Report every line in the records below that holds the word "FoundQuantity".
*** Raw data ***
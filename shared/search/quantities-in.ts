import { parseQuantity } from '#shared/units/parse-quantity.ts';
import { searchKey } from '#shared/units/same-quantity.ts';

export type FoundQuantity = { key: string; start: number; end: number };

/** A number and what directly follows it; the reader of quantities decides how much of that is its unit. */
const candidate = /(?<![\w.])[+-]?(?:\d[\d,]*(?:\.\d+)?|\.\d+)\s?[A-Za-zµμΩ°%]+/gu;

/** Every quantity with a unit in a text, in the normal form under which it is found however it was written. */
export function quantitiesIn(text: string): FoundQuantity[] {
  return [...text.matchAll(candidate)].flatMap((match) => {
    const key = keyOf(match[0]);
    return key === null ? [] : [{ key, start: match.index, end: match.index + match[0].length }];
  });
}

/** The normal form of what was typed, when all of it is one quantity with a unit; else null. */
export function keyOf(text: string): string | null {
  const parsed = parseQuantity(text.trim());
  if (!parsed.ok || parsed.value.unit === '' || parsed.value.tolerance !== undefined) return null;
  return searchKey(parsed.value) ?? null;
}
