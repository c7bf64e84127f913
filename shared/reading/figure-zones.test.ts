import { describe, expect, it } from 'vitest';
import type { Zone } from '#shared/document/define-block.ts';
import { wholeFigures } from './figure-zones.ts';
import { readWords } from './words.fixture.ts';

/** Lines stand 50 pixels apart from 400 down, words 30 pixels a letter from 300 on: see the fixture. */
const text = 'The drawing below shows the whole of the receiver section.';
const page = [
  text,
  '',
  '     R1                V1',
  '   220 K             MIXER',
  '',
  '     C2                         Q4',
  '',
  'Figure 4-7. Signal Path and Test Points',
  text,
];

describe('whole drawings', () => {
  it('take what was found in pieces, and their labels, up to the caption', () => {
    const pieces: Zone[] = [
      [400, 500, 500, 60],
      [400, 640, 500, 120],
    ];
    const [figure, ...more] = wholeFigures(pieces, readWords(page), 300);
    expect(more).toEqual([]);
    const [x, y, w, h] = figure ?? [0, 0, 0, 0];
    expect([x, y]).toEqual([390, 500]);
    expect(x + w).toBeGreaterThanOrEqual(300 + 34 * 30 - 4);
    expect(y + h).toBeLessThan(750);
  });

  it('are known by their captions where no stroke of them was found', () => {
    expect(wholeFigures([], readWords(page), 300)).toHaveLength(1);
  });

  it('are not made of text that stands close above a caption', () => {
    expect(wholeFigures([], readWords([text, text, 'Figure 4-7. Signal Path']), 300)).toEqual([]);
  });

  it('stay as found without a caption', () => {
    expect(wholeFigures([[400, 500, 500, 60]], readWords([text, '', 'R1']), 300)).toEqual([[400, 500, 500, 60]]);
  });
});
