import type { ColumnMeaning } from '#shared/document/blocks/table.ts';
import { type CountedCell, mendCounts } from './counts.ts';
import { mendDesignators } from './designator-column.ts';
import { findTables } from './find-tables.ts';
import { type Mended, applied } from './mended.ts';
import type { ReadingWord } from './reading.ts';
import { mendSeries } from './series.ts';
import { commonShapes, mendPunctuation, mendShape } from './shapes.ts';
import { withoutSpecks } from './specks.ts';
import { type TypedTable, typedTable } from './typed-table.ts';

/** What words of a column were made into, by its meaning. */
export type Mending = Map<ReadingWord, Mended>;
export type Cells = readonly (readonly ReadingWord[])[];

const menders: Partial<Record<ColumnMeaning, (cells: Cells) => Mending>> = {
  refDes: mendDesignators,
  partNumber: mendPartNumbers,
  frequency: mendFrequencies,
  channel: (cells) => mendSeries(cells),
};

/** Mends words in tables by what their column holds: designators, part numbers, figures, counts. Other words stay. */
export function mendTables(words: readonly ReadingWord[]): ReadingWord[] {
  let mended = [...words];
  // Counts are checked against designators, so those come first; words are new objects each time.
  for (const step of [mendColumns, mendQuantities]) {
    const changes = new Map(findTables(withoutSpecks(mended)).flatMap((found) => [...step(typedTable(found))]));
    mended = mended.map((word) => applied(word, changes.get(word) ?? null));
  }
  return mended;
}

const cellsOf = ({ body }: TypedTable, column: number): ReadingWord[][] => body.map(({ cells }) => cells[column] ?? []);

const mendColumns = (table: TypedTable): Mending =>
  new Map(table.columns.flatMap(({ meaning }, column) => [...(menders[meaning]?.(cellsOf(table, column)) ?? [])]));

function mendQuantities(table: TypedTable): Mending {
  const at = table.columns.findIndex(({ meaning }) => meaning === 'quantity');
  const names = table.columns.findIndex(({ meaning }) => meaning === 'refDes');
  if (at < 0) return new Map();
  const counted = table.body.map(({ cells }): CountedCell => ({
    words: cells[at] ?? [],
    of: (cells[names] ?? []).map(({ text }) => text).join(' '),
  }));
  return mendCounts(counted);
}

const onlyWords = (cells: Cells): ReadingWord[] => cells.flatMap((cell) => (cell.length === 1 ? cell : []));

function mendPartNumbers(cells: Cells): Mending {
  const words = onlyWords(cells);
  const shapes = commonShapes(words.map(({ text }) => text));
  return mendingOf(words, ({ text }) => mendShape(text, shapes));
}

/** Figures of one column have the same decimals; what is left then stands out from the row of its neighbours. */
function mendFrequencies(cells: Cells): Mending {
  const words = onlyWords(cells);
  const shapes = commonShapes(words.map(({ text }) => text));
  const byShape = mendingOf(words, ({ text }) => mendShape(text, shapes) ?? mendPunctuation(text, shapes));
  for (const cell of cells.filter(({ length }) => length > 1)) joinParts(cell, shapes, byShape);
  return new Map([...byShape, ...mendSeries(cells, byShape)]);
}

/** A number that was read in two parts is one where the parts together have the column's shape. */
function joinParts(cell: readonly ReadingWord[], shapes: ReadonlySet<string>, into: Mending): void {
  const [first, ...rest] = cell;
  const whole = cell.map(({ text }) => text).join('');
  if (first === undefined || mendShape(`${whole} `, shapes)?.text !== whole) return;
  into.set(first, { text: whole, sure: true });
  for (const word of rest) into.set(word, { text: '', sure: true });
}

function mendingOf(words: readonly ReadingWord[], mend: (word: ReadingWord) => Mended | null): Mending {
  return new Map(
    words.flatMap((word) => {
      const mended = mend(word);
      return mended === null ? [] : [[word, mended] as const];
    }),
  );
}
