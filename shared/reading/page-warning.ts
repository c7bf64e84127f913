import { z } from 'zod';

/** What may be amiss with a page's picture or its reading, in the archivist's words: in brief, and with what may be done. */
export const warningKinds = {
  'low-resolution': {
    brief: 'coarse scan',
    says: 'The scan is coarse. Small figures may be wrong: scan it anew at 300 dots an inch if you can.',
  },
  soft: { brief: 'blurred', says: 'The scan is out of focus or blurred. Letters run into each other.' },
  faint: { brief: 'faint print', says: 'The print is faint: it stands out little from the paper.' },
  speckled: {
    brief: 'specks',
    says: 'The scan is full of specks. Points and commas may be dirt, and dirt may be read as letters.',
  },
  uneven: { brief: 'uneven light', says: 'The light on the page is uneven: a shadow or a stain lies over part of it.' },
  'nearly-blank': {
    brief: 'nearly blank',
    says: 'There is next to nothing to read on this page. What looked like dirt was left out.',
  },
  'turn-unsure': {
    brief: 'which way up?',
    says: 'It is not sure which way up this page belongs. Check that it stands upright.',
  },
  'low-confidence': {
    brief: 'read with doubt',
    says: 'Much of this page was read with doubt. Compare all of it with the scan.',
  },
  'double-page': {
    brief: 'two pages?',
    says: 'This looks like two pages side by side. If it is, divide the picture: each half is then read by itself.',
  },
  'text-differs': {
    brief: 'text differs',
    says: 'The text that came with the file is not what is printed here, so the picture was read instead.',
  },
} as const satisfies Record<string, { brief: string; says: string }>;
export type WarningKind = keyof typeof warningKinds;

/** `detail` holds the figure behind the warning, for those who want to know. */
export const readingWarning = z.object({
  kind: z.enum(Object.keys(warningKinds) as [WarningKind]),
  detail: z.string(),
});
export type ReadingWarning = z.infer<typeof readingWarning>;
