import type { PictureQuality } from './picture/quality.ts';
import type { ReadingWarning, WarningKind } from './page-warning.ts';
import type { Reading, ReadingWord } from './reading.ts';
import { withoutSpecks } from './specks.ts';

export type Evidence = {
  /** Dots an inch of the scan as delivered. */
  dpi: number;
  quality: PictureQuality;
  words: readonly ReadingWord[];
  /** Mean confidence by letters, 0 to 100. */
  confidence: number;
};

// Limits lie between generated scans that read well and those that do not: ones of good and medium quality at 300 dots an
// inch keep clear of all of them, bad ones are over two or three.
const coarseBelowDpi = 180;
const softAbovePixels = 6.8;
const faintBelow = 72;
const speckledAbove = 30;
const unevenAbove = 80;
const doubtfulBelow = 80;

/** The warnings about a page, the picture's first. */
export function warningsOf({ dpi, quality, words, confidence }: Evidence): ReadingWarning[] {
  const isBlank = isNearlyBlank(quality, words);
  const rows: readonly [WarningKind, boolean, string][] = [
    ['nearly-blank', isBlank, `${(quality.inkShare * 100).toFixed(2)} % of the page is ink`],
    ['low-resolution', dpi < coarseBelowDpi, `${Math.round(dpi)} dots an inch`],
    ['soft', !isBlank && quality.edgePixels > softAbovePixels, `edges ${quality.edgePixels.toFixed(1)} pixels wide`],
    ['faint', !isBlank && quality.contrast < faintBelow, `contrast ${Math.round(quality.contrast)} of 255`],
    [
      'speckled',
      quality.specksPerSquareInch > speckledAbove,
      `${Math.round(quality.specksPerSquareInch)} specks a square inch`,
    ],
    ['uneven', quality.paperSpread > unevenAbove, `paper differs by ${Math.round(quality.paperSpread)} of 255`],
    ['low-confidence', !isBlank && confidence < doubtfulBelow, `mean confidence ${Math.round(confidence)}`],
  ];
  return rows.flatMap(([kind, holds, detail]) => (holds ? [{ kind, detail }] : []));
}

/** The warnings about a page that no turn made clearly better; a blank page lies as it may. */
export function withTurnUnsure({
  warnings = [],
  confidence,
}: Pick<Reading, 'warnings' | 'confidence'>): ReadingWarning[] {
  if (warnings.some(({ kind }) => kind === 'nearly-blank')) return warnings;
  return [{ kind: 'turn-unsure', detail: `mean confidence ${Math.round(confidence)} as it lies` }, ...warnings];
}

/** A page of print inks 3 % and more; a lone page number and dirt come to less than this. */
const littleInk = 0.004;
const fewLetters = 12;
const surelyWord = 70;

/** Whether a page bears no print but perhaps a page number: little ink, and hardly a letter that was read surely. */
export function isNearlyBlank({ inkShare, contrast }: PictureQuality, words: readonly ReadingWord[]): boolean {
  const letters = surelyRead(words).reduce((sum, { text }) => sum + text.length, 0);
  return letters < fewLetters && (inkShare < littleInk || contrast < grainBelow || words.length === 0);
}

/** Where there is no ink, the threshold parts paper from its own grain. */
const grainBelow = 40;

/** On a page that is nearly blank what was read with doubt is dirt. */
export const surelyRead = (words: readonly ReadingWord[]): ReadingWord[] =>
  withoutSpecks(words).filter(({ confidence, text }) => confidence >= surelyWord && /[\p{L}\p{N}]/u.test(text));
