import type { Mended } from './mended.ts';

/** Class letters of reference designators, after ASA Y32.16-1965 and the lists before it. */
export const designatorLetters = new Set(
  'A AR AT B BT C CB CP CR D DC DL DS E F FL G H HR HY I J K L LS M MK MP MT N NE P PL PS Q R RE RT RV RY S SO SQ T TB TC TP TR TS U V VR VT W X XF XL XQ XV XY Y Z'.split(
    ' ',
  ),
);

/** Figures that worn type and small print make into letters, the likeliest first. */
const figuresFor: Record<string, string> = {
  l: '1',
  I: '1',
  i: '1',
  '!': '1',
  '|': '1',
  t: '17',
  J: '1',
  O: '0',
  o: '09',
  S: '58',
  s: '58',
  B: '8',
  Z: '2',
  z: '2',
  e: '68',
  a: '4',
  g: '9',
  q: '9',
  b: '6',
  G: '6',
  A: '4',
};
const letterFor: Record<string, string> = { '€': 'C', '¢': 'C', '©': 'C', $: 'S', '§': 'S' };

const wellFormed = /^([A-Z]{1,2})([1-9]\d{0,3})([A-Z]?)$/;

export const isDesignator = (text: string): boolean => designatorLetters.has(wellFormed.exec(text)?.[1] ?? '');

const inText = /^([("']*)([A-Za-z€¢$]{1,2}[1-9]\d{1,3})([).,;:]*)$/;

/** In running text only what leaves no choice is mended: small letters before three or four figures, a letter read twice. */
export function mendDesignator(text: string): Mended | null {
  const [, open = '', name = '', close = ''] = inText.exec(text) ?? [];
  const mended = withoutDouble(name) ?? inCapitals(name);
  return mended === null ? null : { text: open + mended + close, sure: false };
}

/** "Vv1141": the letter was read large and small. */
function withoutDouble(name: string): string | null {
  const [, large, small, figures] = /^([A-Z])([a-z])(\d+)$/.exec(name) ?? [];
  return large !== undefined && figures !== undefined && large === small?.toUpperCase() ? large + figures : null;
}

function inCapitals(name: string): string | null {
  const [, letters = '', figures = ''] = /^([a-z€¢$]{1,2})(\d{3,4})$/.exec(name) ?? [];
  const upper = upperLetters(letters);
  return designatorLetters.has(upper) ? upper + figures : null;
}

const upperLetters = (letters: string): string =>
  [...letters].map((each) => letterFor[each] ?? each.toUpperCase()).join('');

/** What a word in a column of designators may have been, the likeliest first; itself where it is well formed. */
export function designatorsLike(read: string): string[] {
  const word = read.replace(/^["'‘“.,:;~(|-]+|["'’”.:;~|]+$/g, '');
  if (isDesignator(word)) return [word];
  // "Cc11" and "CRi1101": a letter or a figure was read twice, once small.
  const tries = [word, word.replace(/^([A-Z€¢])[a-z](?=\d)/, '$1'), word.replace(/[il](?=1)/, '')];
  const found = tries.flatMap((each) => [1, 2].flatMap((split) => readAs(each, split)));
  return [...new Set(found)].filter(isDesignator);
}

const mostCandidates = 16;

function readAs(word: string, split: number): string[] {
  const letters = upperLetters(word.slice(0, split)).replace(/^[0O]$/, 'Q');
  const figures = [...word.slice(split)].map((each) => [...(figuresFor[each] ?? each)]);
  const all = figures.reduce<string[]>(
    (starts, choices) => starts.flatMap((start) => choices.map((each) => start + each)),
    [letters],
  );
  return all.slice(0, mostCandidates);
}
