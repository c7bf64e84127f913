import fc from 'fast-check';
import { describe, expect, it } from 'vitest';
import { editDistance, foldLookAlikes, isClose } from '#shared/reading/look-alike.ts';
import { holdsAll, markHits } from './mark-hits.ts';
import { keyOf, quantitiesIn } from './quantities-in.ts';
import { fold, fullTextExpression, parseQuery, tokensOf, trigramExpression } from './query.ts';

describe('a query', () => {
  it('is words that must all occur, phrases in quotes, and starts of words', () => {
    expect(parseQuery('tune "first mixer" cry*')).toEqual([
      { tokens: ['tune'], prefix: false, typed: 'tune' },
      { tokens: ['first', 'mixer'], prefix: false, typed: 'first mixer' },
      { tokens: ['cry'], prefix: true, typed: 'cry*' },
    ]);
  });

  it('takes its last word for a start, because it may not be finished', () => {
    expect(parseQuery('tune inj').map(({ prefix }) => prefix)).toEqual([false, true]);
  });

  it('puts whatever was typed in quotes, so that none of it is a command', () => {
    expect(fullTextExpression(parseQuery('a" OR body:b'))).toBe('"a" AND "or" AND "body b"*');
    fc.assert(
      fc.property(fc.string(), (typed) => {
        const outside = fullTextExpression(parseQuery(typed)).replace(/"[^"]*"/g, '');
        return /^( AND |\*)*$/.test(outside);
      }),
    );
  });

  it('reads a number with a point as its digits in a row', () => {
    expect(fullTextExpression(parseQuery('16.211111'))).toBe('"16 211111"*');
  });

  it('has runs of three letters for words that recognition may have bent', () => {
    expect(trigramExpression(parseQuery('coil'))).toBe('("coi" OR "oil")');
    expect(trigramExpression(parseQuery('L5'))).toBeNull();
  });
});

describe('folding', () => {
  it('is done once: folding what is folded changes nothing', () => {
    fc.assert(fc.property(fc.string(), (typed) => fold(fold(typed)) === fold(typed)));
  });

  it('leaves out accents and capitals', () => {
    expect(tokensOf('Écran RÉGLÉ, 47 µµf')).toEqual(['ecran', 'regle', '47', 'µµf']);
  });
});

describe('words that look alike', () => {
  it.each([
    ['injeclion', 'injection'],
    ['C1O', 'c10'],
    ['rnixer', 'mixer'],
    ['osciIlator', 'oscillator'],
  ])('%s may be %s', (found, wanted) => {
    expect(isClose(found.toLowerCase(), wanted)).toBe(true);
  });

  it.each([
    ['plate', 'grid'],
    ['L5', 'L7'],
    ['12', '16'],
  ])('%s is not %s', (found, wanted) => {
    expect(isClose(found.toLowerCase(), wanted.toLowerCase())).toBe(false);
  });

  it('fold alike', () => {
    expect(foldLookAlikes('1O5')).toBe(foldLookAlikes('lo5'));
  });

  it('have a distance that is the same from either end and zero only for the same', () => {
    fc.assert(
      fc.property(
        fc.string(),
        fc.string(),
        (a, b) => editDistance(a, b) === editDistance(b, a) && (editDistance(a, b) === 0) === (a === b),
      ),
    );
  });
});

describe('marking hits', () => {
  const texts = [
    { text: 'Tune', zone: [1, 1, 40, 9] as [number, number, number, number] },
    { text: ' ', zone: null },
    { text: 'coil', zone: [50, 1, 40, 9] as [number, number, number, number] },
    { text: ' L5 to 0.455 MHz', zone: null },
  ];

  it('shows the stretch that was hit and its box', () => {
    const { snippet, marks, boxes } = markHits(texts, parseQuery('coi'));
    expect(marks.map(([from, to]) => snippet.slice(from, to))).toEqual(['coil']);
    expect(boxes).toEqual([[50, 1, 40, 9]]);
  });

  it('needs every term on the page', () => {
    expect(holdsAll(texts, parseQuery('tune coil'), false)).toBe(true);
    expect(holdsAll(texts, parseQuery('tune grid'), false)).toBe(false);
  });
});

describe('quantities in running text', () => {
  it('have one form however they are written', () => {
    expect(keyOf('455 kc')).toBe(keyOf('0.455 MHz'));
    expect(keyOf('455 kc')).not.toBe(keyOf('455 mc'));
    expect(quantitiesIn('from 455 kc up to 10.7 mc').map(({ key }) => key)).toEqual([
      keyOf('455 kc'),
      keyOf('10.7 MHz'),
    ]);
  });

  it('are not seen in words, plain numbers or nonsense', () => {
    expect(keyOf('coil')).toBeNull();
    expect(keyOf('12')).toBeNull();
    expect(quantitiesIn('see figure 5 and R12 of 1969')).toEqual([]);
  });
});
*** End of Raw data ***
**Written response:**
export type FoundQuantity = { key: string; start: number; end: number };
export function quantitiesIn(text: string): FoundQuantity[] {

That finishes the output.